━━━━━ Data excerpts
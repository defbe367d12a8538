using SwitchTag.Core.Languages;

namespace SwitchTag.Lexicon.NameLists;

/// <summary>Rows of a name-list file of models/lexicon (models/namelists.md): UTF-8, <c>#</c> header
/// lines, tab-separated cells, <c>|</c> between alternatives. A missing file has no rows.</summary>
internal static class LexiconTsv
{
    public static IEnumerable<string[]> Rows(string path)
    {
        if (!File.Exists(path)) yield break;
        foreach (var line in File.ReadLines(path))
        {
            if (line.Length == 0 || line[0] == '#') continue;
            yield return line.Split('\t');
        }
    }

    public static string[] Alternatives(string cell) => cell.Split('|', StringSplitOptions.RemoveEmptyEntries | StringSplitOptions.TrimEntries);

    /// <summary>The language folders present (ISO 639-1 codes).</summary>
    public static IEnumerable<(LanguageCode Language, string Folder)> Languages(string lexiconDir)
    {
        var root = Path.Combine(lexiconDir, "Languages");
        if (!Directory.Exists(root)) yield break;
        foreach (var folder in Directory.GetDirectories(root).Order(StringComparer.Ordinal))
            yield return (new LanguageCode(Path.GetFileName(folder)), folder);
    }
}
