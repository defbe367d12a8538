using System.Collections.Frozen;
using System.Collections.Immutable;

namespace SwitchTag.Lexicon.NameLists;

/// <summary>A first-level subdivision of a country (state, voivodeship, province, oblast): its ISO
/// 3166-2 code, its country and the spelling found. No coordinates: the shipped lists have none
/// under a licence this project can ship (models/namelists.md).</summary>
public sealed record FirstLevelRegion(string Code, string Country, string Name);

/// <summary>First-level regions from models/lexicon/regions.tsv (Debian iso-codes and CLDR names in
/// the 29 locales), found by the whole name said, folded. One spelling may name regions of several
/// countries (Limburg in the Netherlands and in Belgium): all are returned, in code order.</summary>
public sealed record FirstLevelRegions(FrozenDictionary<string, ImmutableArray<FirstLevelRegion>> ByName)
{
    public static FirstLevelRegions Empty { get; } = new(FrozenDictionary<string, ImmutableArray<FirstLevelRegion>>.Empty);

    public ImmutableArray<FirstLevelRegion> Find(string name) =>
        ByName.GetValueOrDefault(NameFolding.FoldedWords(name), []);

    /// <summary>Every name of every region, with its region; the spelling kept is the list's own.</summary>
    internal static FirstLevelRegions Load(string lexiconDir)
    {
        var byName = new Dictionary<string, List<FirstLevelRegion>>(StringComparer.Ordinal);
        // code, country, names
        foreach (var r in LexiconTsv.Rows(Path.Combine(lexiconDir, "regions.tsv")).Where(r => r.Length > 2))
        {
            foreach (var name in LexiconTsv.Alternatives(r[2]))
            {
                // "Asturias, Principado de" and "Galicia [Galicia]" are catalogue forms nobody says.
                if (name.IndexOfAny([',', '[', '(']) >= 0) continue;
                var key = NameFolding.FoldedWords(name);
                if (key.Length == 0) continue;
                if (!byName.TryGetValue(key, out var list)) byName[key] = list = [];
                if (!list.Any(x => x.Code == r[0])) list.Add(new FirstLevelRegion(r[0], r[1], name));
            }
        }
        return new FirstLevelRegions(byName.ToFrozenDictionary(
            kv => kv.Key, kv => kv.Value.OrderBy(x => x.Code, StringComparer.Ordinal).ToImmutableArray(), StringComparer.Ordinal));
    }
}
━━━━━━━━━━
━━━━━ Data excerpts
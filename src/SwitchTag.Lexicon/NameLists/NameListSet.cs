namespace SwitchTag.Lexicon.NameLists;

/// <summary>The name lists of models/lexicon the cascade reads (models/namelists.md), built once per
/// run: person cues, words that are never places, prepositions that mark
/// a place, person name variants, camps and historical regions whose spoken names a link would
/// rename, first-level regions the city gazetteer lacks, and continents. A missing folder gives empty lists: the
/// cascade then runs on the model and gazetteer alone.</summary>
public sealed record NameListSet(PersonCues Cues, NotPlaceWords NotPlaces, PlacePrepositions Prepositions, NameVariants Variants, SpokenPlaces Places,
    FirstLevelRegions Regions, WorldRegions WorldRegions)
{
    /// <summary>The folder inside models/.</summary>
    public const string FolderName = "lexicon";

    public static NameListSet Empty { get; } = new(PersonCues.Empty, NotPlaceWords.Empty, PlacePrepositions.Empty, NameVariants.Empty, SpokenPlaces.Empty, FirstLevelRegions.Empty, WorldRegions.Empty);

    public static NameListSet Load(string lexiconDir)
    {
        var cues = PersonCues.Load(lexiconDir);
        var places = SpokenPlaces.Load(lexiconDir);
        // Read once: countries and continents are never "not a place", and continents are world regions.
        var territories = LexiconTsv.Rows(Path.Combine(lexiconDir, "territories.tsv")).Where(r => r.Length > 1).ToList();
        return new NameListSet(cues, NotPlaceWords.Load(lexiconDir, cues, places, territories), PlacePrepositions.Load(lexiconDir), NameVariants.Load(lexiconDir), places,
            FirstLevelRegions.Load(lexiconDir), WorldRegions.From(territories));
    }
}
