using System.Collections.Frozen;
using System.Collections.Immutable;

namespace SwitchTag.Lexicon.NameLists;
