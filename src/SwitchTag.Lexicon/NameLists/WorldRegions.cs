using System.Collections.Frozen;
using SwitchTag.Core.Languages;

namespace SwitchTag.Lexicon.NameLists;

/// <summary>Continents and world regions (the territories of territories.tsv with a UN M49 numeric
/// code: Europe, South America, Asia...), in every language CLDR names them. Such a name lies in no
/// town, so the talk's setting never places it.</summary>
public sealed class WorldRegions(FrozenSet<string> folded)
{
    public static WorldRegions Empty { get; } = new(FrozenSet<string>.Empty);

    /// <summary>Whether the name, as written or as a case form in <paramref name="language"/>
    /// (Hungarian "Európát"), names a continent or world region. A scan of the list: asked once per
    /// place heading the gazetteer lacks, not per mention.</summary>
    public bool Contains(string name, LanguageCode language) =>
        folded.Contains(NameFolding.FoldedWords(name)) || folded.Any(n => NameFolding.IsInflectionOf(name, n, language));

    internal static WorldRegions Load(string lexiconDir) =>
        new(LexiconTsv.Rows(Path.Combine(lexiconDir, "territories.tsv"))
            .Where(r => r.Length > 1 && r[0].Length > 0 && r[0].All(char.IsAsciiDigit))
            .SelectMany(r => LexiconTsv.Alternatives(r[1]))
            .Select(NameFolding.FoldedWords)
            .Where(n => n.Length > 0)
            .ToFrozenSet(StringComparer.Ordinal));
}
━━━━━━━━━━
**Your objective**.
Only the lines above from the line containing "r.Length > 1).ToList();" through the line containing "never places it.</summary>" should be retyped, exactly and with both ends included.

**Exercise solution**.
        var territories = LexiconTsv.Rows(Path.Combine(lexiconDir, "territories.tsv")).Where(r => r.Length > 1).ToList();
        return new NameListSet(cues, NotPlaceWords.Load(lexiconDir, cues, places, territories), PlacePrepositions.Load(lexiconDir), NameVariants.Load(lexiconDir), places,
            FirstLevelRegions.Load(lexiconDir), WorldRegions.From(territories));
    }
}
using System.Collections.Frozen;
using System.Collections.Immutable;

namespace SwitchTag.Lexicon.NameLists;
filename src/SwitchTag.Lexicon/NameLists/WorldRegions.cs
using System.Collections.Frozen;
using SwitchTag.Core.Languages;

namespace SwitchTag.Lexicon.NameLists;

/// <summary>Continents and world regions (the territories of territories.tsv with a UN M49 numeric
/// code: Europe, South America, Asia...), in every language CLDR names them. Such a name lies in no
/// town, so the talk's setting never places it.</summary>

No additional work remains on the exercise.